说完,将文件递到桌上,规矩恭敬的用双手推到他面前。
陆东庭看了眼文件又看了看她,淡声说:“让下面的人送上来就行了,没必要亲自跑一趟。”
姜初映打官腔,“你要是有问题,我比较方便回答,有纰漏也好修改。”
姜初映自己心里清楚,统统都是借口,不过想趁机见上一面而已,也算是因公行私了。
她今天穿了一身三色拼接的蕾丝连衣裙,系上一条黑腰带,足够精致抢眼,也不失干练,勾勒出细腰长腿的完美比例身材。
她以前问过他,喜欢女人穿什么类型的衣服,他说简单干净就好,所以她以前怎么简洁干练怎么来,却忽视了怎么展现女性魅力,也忘了是哪一次起,她看见站在他身边的苏窈,穿的漂亮别致,有小小的性感,却一点不拖泥带水,西装革履的他搂着她的腰,连她都觉得登对。
她才恍然,哦,原来他喜欢这样的女人。
渐渐的,她尝试一些更加漂亮性感的衣服,留了长发做了卷,朋友说她变得漂亮了许多,气质温柔妩媚了些,魅力大增,的确,她身边有了更多的追求者,不知道他有没有留意过她的变化?

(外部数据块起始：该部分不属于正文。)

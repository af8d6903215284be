import { expect, it } from 'vitest';
import { describedBy, fieldId } from '#islands/ui/field-id.ts';

it('makes ids that a link can lead to, whatever the field is called', () => {
  expect(fieldId('yarns.ground.tex')).toBe('f-yarns-ground-tex');
  expect(fieldId('roles[]', 'invite')).toBe('invite-roles-');
});

it('names the hint before what is wrong, and nothing that is not there', () => {
  expect(describedBy('f-width', 'Between the inner edges', 'Width is missing.')).toBe('f-width-hint f-width-wrong');
  expect(describedBy('f-width', undefined, 'Width is missing.')).toBe('f-width-wrong');
  expect(describedBy('f-width', undefined, undefined)).toBeUndefined();
});
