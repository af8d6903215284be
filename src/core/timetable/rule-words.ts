/** A teacher's rule for when a part opens, in her own words. */
import { clockWords, dayWords } from '#core/moment-words.ts';
import { instantOfWall, type OpeningRule } from '#core/timetable/opening.ts';

/**
 * To stand after `Opens `: `at once`, `7 days after the seat began`.
 * @param numberOf number of the part with this public id; undefined when it was taken out.
 */
export function ruleWords(rule: OpeningRule, numberOf: (publicId: string) => number | undefined): string {
  switch (rule.rule) {
    case 'at-once':
      return 'at once';
    case 'after-seat':
      return rule.days === 0 ? 'as soon as the seat begins' : `${rule.days} ${rule.days === 1 ? 'day' : 'days'} after the seat began`;
    case 'on-date': {
      const moment = instantOfWall(rule.wall, rule.zone);
      return moment === null ? 'on a date that is none' : `on ${dayWords(moment, rule.zone)} at ${clockWords(moment, rule.zone)}`;
    }
    case 'after-part': {
      const number = numberOf(rule.lesson);
      return number === undefined ? 'after a part that was taken out' : `when Part ${number} is done`;
    }
    case 'after-verdict': {
      const number = numberOf(rule.lesson);
      return number === undefined ? 'after a photo of a part that was taken out' : `after you say weave on to the photo of Part ${number}`;
    }
  }
}
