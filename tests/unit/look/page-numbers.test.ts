import fc from 'fast-check';
import { expect, it } from 'vitest';
import { pageNumbers } from '#components/ui/page-numbers.ts';

it('shows every page of a short list', () => {
  expect(pageNumbers(2, 5)).toEqual([1, 2, 3, 4, 5]);
});

it('leaves out what is far from the current page', () => {
  expect(pageNumbers(6, 12)).toEqual([1, 'gap', 5, 6, 7, 'gap', 12]);
});

it('shows a number rather than a gap that would hide only that one', () => {
  expect(pageNumbers(4, 12)).toEqual([1, 2, 3, 4, 5, 'gap', 12]);
});

it('always shows the first, the last and the current page, in order', () => {
  fc.assert(fc.property(fc.integer({ min: 1, max: 400 }), fc.integer({ min: 1, max: 400 }), (a, b) => {
    const [current, total] = [Math.min(a, b), Math.max(a, b)];
    const numbers = pageNumbers(current, total).filter((n): n is number => n !== 'gap');
    expect(numbers).toEqual([...new Set(numbers)].sort((x, y) => x - y));
    expect(numbers).toEqual(expect.arrayContaining([1, current, total]));
    expect(pageNumbers(current, total).length).toBeLessThanOrEqual(7);
  }));
});
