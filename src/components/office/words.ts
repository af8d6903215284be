/** How the office says what the tables hold in short. */

/** `send-letter-again` → `Send letter again` */
export function inWords(name: string): string {
  const words = name.replaceAll('-', ' ');
  return words.charAt(0).toUpperCase() + words.slice(1);
}

/** Seconds as a person would say them: `40 s`, `12 min`, `3 h`, `2 days`. */
export function lateWords(seconds: number): string {
  if (seconds < 60) return `${seconds} s`;
  if (seconds < 3_600) return `${Math.floor(seconds / 60)} min`;
  if (seconds < 172_800) return `${Math.floor(seconds / 3_600)} h`;
  return `${Math.floor(seconds / 86_400)} days`;
}

/** The details of a log entry in one line. */
export function detailWords(detail: Readonly<Record<string, unknown>>): string {
  return Object.entries(detail).map(([name, value]) => `${name}: ${typeof value === 'string' ? value : JSON.stringify(value)}`).join(', ');
}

姜初映站在他的左前方,从这个位置看着他刀削骨刻般线条分明的侧脸,微微的出神。
陆东庭翻到文件最后一页,抬笔挥洒,在空白处落下大名,随后合上文件。
见姜初映没来拿,他问:“还有事?”
“没有,”姜初映垂眸,可转眼又前后矛盾的说:“是有那么点事要说……”
说了,却又没有下文。
陆东庭又说:“你以前可不是这么拖泥带水的人。”
姜初映想,女人不懂得迂回婉转,总是直来直去,又怎么称得上女人?这话她也就在心里想想,面上还是一如既往的职业化的干练笑容。
“我在想怎么表达,”她顿了顿,迎上陆东庭的深眸,说:“苏窈,好像知道了我们以前的事。”
陆东庭打开烟盒,捻出一支烟点燃,夹在指尖却没有抽,“你怎么知道?”
“昨天我们碰见了,说了几句话,但她的语气听起来挺有针对性的,言语间也别有深意,我想她是不是误会了什么?毕竟她现在是你太太,没几个女人会不在乎男人的过去,你还是跟她说清楚比较好。”姜初映说得坦荡有理,让人找不出瑕疵。
“没什么不清楚的。”陆东庭这样回答她。
姜初映不觉愣了愣,他说得模棱两可,是这事在他看来不足轻重没什么好解释的意思,还是他已经说明白了的意思?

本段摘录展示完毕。